The next chancellor, Olaf Scholz, honoured his election pledge to select as many women as males to his ministry, and not only that, but women would manage all security and diplomatic portfolios.
Germany will get the country’s first female foreign minister and interior minister. In addition, it will have its third female defence minister in succession.
Mr Scholz stated on Monday, “Security will be in the hands of strong women in our government.” Mr Scholz, a Social Democrat, will lead a coalition of three parties, including the progressive Greens and the libertarian Free Democrats.

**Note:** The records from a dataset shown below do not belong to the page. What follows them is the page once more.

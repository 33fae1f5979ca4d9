/**
 * Choosing a character encoding for bytes: byte order marks, a forced
 * encoding, a declared one (HTML `<meta charset>`, a MIME `charset`),
 * UTF-16 without a byte order mark (the pattern of NUL bytes), valid or
 * damaged UTF-8, and legacy encodings (detected with chardet, decoded with
 * iconv-lite).
 *
 * The order of evidence, strongest first:
 *
 * 1. a byte order mark (UTF-8 `EF BB BF`, UTF-16LE `FF FE`, UTF-16BE `FE FF`)
 *    — it wins even over a forced encoding, as in web browsers;
 * 2. the forced encoding (the `encoding` ingest option);
 * 3. a declaration in the content — unless the bytes are valid UTF-8 holding
 *    multi-byte sequences, which legacy text practically never is;
 * 4. NUL bytes at every other position (≥ 40% of the odd or even bytes NUL,
 *    ≤ 5% of the others): UTF-16 without a byte order mark;
 * 5. ISO-2022-JP, when 7-bit bytes hold its escape to JIS X 0208
 *    ({@link looksLikeIso2022Jp}; decoded by the platform's `TextDecoder`,
 *    as are other encodings iconv-lite lacks);
 * 6. UTF-8, when the bytes are valid UTF-8, or when its well-formed multi-byte
 *    sequences are at least as many as its invalid ones (damaged UTF-8:
 *    invalid sequences become U+FFFD and are counted);
 * 7. otherwise a legacy encoding: chardet's best guess among the encodings
 *    iconv-lite knows — among Latin-script guesses and Windows-1252, the one
 *    whose reading is most plausible ({@link detectLegacy}) — else
 *    Windows-1252.
 *
 * Following the WHATWG Encoding Standard, the labels ISO-8859-1, Latin-1 and
 * US-ASCII are read as Windows-1252 (its superset for printable text).
 * Windows-1252 leaves 0x81, 0x8D, 0x8F, 0x90 and 0x9D undefined; iconv-lite
 * decodes them as U+FFFD, and they are counted as replaced.
 *
 * @module
 */
import { isUtf8 } from 'node:buffer';
import { TextDecoder } from 'node:util';
import chardet from 'chardet';
import iconv from 'iconv-lite';

/** Why an encoding was chosen; see the module comment for the order. */
export type EncodingBasis = 'bom' | 'option' | 'declared' | 'nul-pattern' | 'utf-8' | 'detected' | 'fallback';

/** An encoding choice. `encoding` is a lower-case name iconv-lite (or, for UTF-8/16, the platform) decodes. */
export interface EncodingChoice {
  readonly encoding: string;
  readonly basis: EncodingBasis;
  /** A declared encoding that was overridden because the bytes are valid UTF-8. */
  readonly ignoredDeclaration?: string;
}

/** Bytes given to chardet at most (a window starting shortly before the first non-ASCII byte). */
export const DETECT_BYTES = 65536;

/** Labels read as Windows-1252 (WHATWG Encoding Standard, "windows-1252" labels; from memory). */
const AS_WINDOWS_1252 = new Set([
  'windows-1252', 'cp1252', 'x-cp1252', 'iso-8859-1', 'iso8859-1', 'iso_8859-1', 'iso-ir-100', 'latin1', 'l1',
  'cp819', 'ibm819', 'csisolatin1', 'us-ascii', 'ascii', 'ansi_x3.4-1968', 'iso-8859-1:1987', 'x-user-defined',
]);

/** Latin-script single-byte encodings (besides Windows-1252) that chardet mixes up on short text. */
const LATIN_RIVALS = new Set([
  'iso-8859-2', 'iso-8859-3', 'iso-8859-4', 'iso-8859-9', 'iso-8859-10', 'iso-8859-13', 'iso-8859-14', 'iso-8859-15',
  'iso-8859-16', 'windows-1250', 'windows-1254', 'windows-1257', 'windows-1258',
]);

/**
 * The platform's (WHATWG) name for an encoding label its `TextDecoder`
 * decodes, or `null`: the fallback for encodings iconv-lite lacks, such as
 * ISO-2022-JP. The WHATWG "replacement" decoder (labels such as
 * ISO-2022-KR, which it turns into one U+FFFD) counts as unknown.
 */
export function platformEncoding(label: string): string | null {
  try {
    const name = new TextDecoder(label).encoding;
    return name === 'replacement' ? null : name;
  } catch {
    return null;
  }
}

/** True when iconv-lite decodes `encoding` (a canonical name); else the platform's `TextDecoder` does (see {@link canonicalEncoding}). */
export function iconvDecodes(encoding: string): boolean {
  return iconv.encodingExists(encoding);
}

/** Decodes `bytes` whole in a canonical encoding: iconv-lite, or the platform's `TextDecoder` for what iconv-lite lacks. */
export function decodeWith(bytes: Uint8Array, encoding: string): string {
  if (encoding === 'utf-8' || encoding === 'utf-16le' || encoding === 'utf-16be' || !iconv.encodingExists(encoding)) {
    return new TextDecoder(encoding).decode(bytes);
  }
  return iconv.decode(Buffer.from(bytes.buffer, bytes.byteOffset, bytes.byteLength), encoding);
}

/**
 * True when `bytes` look like ISO-2022-JP (RFC 1468, from memory): 7-bit
 * bytes only, with an escape sequence switching to JIS X 0208 (`ESC $ B`,
 * or the 1978 set `ESC $ @`). Such text is valid ASCII, so it would be read
 * as UTF-8 with its escape sequences left in.
 */
export function looksLikeIso2022Jp(bytes: Uint8Array): boolean {
  let esc = false;
  for (let i = 0; i < bytes.length; i++) {
    const b = bytes[i] as number;
    if (b >= 0x80) return false;
    if (b === 0x1b && bytes[i + 1] === 0x24 && (bytes[i + 2] === 0x42 || bytes[i + 2] === 0x40)) esc = true;
  }
  return esc;
}

/**
 * A canonical lower-case name for an encoding label, or `null` when neither
 * iconv-lite nor the platform's `TextDecoder` knows it ({@link platformEncoding}).
 * `utf8` → `utf-8`; Latin-1 and ASCII labels → `windows-1252`;
 * `utf-16`/`ucs-2` → `utf-16le` (its default without a byte order mark);
 * `utf-16le`/`utf-16be` as they are.
 */
export function canonicalEncoding(label: string): string | null {
  const l = label.trim().replace(/^["']|["']$/g, '').toLowerCase();
  if (l === '') return null;
  if (l === 'utf8' || l === 'utf-8' || l === 'unicode-1-1-utf-8') return 'utf-8';
  if (AS_WINDOWS_1252.has(l)) return 'windows-1252';
  if (l === 'utf-16' || l === 'utf16' || l === 'ucs-2' || l === 'ucs2' || l === 'unicode') return 'utf-16le';
  if (l === 'utf-16le' || l === 'utf16le') return 'utf-16le';
  if (l === 'utf-16be' || l === 'utf16be') return 'utf-16be';
  if (!iconv.encodingExists(l)) return platformEncoding(l);
  return l;
}

/** Length of a byte order mark at the start of `b` and what it says, or `null`. */
export function byteOrderMark(b: Uint8Array): { encoding: 'utf-8' | 'utf-16le' | 'utf-16be'; length: number } | null {
  if (b.length >= 3 && b[0] === 0xef && b[1] === 0xbb && b[2] === 0xbf) return { encoding: 'utf-8', length: 3 };
  if (b.length >= 2 && b[0] === 0xff && b[1] === 0xfe) return { encoding: 'utf-16le', length: 2 };
  if (b.length >= 2 && b[0] === 0xfe && b[1] === 0xff) return { encoding: 'utf-16be', length: 2 };
  return null;
}

/**
 * UTF-16 without a byte order mark, judged by where the NUL bytes are:
 * text mostly in the first 256 code points has a NUL in every second
 * byte. Needs at least 8 bytes.
 */
export function utf16ByNulPattern(sample: Uint8Array): 'utf-16le' | 'utf-16be' | null {
  const pairs = sample.length >> 1;
  if (pairs < 4) return null;
  let evenNul = 0;
  let oddNul = 0;
  for (let i = 0; i < pairs * 2; i += 2) {
    if (sample[i] === 0) evenNul++;
    if (sample[i + 1] === 0) oddNul++;
  }
  if (oddNul >= 0.4 * pairs && evenNul <= 0.05 * pairs) return 'utf-16le';
  if (evenNul >= 0.4 * pairs && oddNul <= 0.05 * pairs) return 'utf-16be';
  return null;
}

/** Counts in a UTF-8 reading of some bytes. */
export interface Utf8Census {
  /** Invalid sequences (each becomes one U+FFFD), genuine U+FFFD characters not counted. */
  readonly invalid: number;
  /** Well-formed multi-byte sequences (characters from U+0080 up, U+FFFD excluded). */
  readonly multiByte: number;
  /** Characters decoded. */
  readonly chars: number;
}

const GENUINE_FFFD = Buffer.from([0xef, 0xbf, 0xbd]);

/**
 * Reads `bytes` as UTF-8 and counts invalid and multi-byte sequences.
 * `complete: false` treats a sequence cut at the end as unfinished, not invalid.
 */
export function utf8Census(bytes: Uint8Array, complete: boolean): Utf8Census {
  const text = new TextDecoder('utf-8').decode(bytes, { stream: !complete });
  let fffd = 0;
  let multi = 0;
  for (let i = 0; i < text.length; i++) {
    const c = text.charCodeAt(i);
    if (c < 0x80) continue;
    if (c === 0xfffd) fffd++;
    else if (c < 0xdc00 || c > 0xdfff) multi++; // a surrogate pair counts once, by its high half
  }
  const buf = Buffer.from(bytes.buffer, bytes.byteOffset, bytes.byteLength);
  let genuine = 0;
  for (let i = buf.indexOf(GENUINE_FFFD); i !== -1; i = buf.indexOf(GENUINE_FFFD, i + 3)) genuine++;
  return { invalid: Math.max(0, fffd - genuine), multiByte: multi + genuine, chars: text.length };
}

/** The window of `bytes` handed to chardet: from a little before the first byte ≥ 0x80. */
function detectWindow(bytes: Uint8Array): Uint8Array {
  if (bytes.length <= DETECT_BYTES) return bytes;
  let first = 0;
  while (first < bytes.length && (bytes[first] as number) < 0x80) first++;
  if (first >= bytes.length) first = 0;
  const start = Math.max(0, Math.min(first - 1024, bytes.length - DETECT_BYTES));
  return bytes.subarray(start, start + DETECT_BYTES);
}

/**
 * The letters beyond ASCII of the main Latin-script languages of Europe
 * (alphabets from memory; lower case, upper case added below).
 */
const ALPHABETS: readonly string[] = [
  'áéíóúüñ', // Spanish
  'àâæçéèêëîïôœùûüÿ', // French
  'äöüß', // German
  'áâãàçéêíóôõú', // Portuguese
  'àèéìíîòóùú', // Italian
  'áéëïóöü', // Dutch
  'àçèéíïòóúü', // Catalan
  'åäöé', // Swedish, Finnish
  'æøåé', // Danish, Norwegian
  'áðéíóúýþæö', // Icelandic
  'ąćęłńóśźż', // Polish
  'áčďéěíňóřšťúůýž', // Czech
  'áäčďéíĺľňóôŕšťúýž', // Slovak
  'áéíóöőúüű', // Hungarian
  'ăâîșțşţ', // Romanian
  'çğıöşü', // Turkish
  'čćđšž', // Croatian, Slovene, Bosnian
  'ąčęėįšųūž', // Lithuanian
  'āčēģīķļņšūž', // Latvian
  'äõöüšž', // Estonian
];

const ALPHABET_SETS: readonly ReadonlySet<string>[] = ALPHABETS.map(
  (a) => new Set(Array.from(a).flatMap((c) => [c, c.toUpperCase()])),
);

/** Punctuation that is ordinary in Latin-script text, whatever the language. */
const TYPOGRAPHIC = new Set(Array.from('\u00a0‘’‚“”„–—…•€£«»°§©®·¿¡'));

/**
 * How plausible a Latin-script reading of legacy bytes is: the number of
 * its non-ASCII characters that one language's alphabet (the best fitting
 * of {@link ALPHABETS}) or ordinary punctuation accounts for, minus two for
 * each U+FFFD or C1 control. A wrong reading scatters letters of several
 * alphabets, or symbols, where a right one stays within one.
 */
export function plausibility(text: string): number {
  const counts = new Map<string, number>();
  let common = 0;
  let bad = 0;
  for (const ch of text) {
    const c = ch.codePointAt(0) as number;
    if (c < 0x80) continue;
    if (c === 0xfffd || c <= 0x9f) bad++;
    else if (TYPOGRAPHIC.has(ch)) common++;
    else counts.set(ch, (counts.get(ch) ?? 0) + 1);
  }
  let best = 0;
  for (const set of ALPHABET_SETS) {
    let n = 0;
    for (const [ch, k] of counts) if (set.has(ch)) n += k;
    if (n > best) best = n;
  }
  return best + common - 2 * bad;
}

/**
 * The legacy encoding of non-UTF-8 text. chardet ranks the candidates;
 * when its best guess is a Latin-script encoding, Windows-1252 and
 * chardet's Latin-script guesses are compared by the {@link plausibility}
 * of what they decode to, because chardet confuses them on short text.
 * Ties go to Windows-1252 (the most common legacy encoding; WHATWG's
 * fallback for most locales), then to chardet's order. A non-Latin best
 * guess (Cyrillic, Greek, CJK…) is taken as it is. `null` when chardet has
 * no guess iconv-lite can decode.
 */
export function detectLegacy(bytes: Uint8Array): string | null {
  const window = detectWindow(bytes);
  let guesses: { name: string; confidence: number }[];
  try {
    guesses = chardet.analyse(window) as { name: string; confidence: number }[];
  } catch {
    return null;
  }
  const ranked: { enc: string; confidence: number }[] = [];
  for (const g of guesses) {
    const lower = g.name.toLowerCase();
    if (/^(utf|ascii|iso-2022)/.test(lower)) continue;
    const enc = canonicalEncoding(lower);
    if (enc === null || enc === 'utf-8' || enc.startsWith('utf-16')) continue;
    if (!ranked.some((r) => r.enc === enc)) ranked.push({ enc, confidence: g.confidence });
  }
  ranked.sort((a, b) => b.confidence - a.confidence);
  const top = ranked[0];
  if (top === undefined || top.confidence <= 0) return null;
  if (top.enc !== 'windows-1252' && !LATIN_RIVALS.has(top.enc)) return top.enc;
  const candidates = ranked.filter((r) => r.enc === 'windows-1252' || LATIN_RIVALS.has(r.enc)).slice(0, 4);
  if (!candidates.some((c) => c.enc === 'windows-1252')) candidates.push({ enc: 'windows-1252', confidence: 0 });
  let best: { enc: string; score: number; confidence: number } | null = null;
  const buf = Buffer.from(window.buffer, window.byteOffset, window.byteLength);
  for (const c of candidates) {
    const score = plausibility(iconv.decode(buf, c.enc));
    const rank = c.enc === 'windows-1252' ? Infinity : c.confidence;
    if (best === null || score > best.score || (score === best.score && rank > best.confidence)) best = { enc: c.enc, score, confidence: rank };
  }
  return (best as { enc: string }).enc;
}

/**
 * Chooses the encoding of `bytes` (see the module comment). `bytes` is the
 * whole input when `complete`, else its first part (a sequence cut at the
 * end is then not invalid). `forced` and `declared` must be canonical
 * ({@link canonicalEncoding}) or `null`.
 */
export function chooseEncoding(
  bytes: Uint8Array,
  options: { readonly forced?: string | null; readonly declared?: string | null; readonly complete: boolean },
): EncodingChoice {
  const bom = byteOrderMark(bytes);
  if (bom) return { encoding: bom.encoding, basis: 'bom' };
  if (options.forced) return { encoding: options.forced, basis: 'option' };
  const declared = options.declared ?? null;
  let census: Utf8Census | null = null;
  if (declared !== null) {
    if (declared === 'utf-8' || declared.startsWith('utf-16')) return { encoding: declared, basis: 'declared' };
    census = utf8Census(bytes, options.complete);
    if (census.invalid === 0 && census.multiByte > 0) return { encoding: 'utf-8', basis: 'utf-8', ignoredDeclaration: declared };
    return { encoding: declared, basis: 'declared' };
  }
  const sixteen = utf16ByNulPattern(bytes.subarray(0, 8192));
  if (sixteen) return { encoding: sixteen, basis: 'nul-pattern' };
  if (looksLikeIso2022Jp(bytes.subarray(0, DETECT_BYTES))) return { encoding: 'iso-2022-jp', basis: 'detected' };
  if (census === null) {
    if (options.complete && isUtf8(bytes)) return { encoding: 'utf-8', basis: 'utf-8' };
    census = utf8Census(bytes, options.complete);
  }
  if (census.invalid === 0 || census.multiByte >= census.invalid) return { encoding: 'utf-8', basis: 'utf-8' };
  const legacy = detectLegacy(bytes);
  return legacy === null ? { encoding: 'windows-1252', basis: 'fallback' } : { encoding: legacy, basis: 'detected' };
}

/**
 * The encoding an HTML or XML document declares in its first 1024 bytes
 * (`<meta charset=…>`, `<meta http-equiv="Content-Type" content="…; charset=…">`,
 * `<?xml … encoding="…"?>`), canonical, or `null`. As in the WHATWG
 * prescan, a declared UTF-16 means UTF-8 (bytes read as ASCII cannot be UTF-16).
 */
export function declaredHtmlCharset(bytes: Uint8Array): string | null {
  const head = Buffer.from(bytes.buffer, bytes.byteOffset, Math.min(bytes.byteLength, 1024)).toString('latin1');
  const m =
    /<meta\b[^>]*?\bcharset\s*=\s*["']?\s*([A-Za-z0-9._:-]+)/i.exec(head) ??
    /^\s*<\?xml\b[^>]*?\bencoding\s*=\s*["']([A-Za-z0-9._:-]+)/i.exec(head);
  if (!m) return null;
  const enc = canonicalEncoding(m[1] as string);
  if (enc === null) return null;
  return enc.startsWith('utf-16') ? 'utf-8' : enc;
}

“Because women and men make up half of the population, women should have half the authority,” he continued. “I’m quite happy that we were able to do this.”
The fact that it is Ms Merkel’s male successor who is achieving gender parity in the cabinet, something she never did herself, speaks to Ms Merkel’s extremely mixed legacy on gender for Ms Merkel. The latter was the most powerful woman in the world for more than a decade.
Ms Merkel, a conservative, has always avoided the term “feminist.” Until her later years in power, she rarely publicly addressed the topic of women’s advancement, and women have not made much progress. In Germany, female business executives areÂ
famously scarce. Even in politics, where Ms Merkel has served as a role model for many, the number of female ministers and MPs appointed under her watch remained about a third.
Nonetheless, many people attribute Ms Merkel’s long and famous rule that Mr Scholz and his staff felt forced to support gender equality.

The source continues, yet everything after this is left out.